You can see more details about these errors in Webmaster Tools.

Recommended action

Verify that the web service software for your site is installed and running properly.
Verify that your firewall or server are not blocking googlebot's access to your site.
Verify that all scripts that run on your site have proper permissions to run.
Verify that your site has proper permissions to access the pages of your site.
Using Webmaster Tools, find a day with a high error rate and examine the logs for your web server for that day. Look for errors in the logs for that day and fix the causes of those errors.
Your site may be overloaded. Talk with your hosting provider about either reconfiguring your web server or allocating more resources to your web server.
If your site redirects to another hostname, another possible explanation is that a URL on your site is redirecting to a hostname that has one or more of the problems listed above.

After you think you’ve fixed the problem, use Fetch as Google to verify that Googlebot can properly access your site.

When I looked into it on Webmaster Tools it said

Google couldn’t access your site because of a server connectivity issue.

The site is up and running ok.
I’ve checked robots.txt and that seems fine.
I’ve chatted with my host (Fasthosts) about possible server connectivity issues or misconfiguration and the response was

I have heard of some instances of similar messages in the past, I believe it’s usually caused by the google bot wanting to query the server too many times in a short period of time. Changing the crawl rate will usually stop these messages from happening.

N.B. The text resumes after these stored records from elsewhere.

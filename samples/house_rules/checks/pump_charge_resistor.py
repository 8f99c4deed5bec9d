"""What it finds: a charge pump whose charge diode is wired straight to the pin or rail that
charges it, with no series resistor in its charge path.

Why it matters: an empty pump capacitor draws a surge through the charge diode at start-up;
our house rule is a resistor there, whatever the model says about the surge.

How it is computed: the charge diode's other terminal (not the pumped node) must be a net
that is not a pin's or a rail's net, reached from it through a resistor.

Example: a Schottky from pin PB6 straight to the pumped node.

Fix: a resistor (tens of ohms) between the charging pin or rail and the charge diode.

Sources: house practice.
"""

from drc.api import Rule, finding


RULE = Rule(id="house-pump-charge-resistor", severity="warning",
            summary="every charge pump has a series resistor in its charge path",
            sources=("house practice",))


def check(design):
    for pump in design.pumps:
        diode = pump.charge_diode
        if diode is None:
            continue            # reverse-leak reports a pump with no charge diode
        pumped = {net for c in pump.capacitors for net in c.nodes}
        for net in diode.nodes:
            if net in pumped:
                continue
            feeder = design.pin_of_net(net) or design.supply_of_net(net)
            if feeder is not None:
                yield finding(diode, f"pump {pump.id}'s charge diode {diode.name} is fed straight from "
                                     f"{feeder.label} with no series resistor",
                              elements=[diode.name, pump.id], nets=[net],
                              fix=f"add a resistor between {feeder.label} and {diode.name}")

I can see why this would make the error messages less frequent! But I’m not sure it solves the problem.

My crawl rate is set to

Let Google optimize for my site (recommended)

I’d rather not post my site’s url publicly but will send it in a PM if necessary.

Can anyone suggest what’s causing this message to appear? And whether it’s harming my SEO?

Thanks

we would have deleted the url anyway, so no harm done there.[ot]We don’t allow self-promotion and posting your url is self-promotion (there are exceptions to the rule, of course)[/ot]

It may be a connectivity problem or not. The fact that you see your site up and running doesn’t mean that there may not be small delays at delivering the page. If these short delays are too long for the spider (and we’re talking miliseconds here) then the bot may think that your site is down.

The answer of your provided doesn’t mean that you don’t need more resources. Basically, he’s telling you “you’ve got what you contracted and it works fine on our side”. It may be true on a regular day but maybe your traffic has increased and you need more to keep on going. You should look at your traffic to see if you need more resources. Also, verify if when the bot was trying to crawl your site, you had a peak of visitors.

Your ISP is right on one thing: You want Google to crawl when you want to. That means that if you post an article every week, you want Google to crawl once a week. If you write everyday, then you want it to crawl everyday.

Leaving in on automatic can be good… but try to change it to something else, depending on the number of the updates you do, and see if this stops the messages

Qwaerstd,

Have you tried deleting your robots.txt file to see if that fixes the issue? Also, are you sure there are no other URL’s with an absolute path that your website may be referencing? Sometimes third party templates contain URL’s to other sites whose configurations prevent Googlebot from crawling your site.

Best,

Shawn

That recommended action list has appeared on many other forum posts, though there seems to be a different cause each time. Other discussions have focused on things like calendar add-ons for WP, which, when disabled, fix the issue … though most discussions seem to blame the server.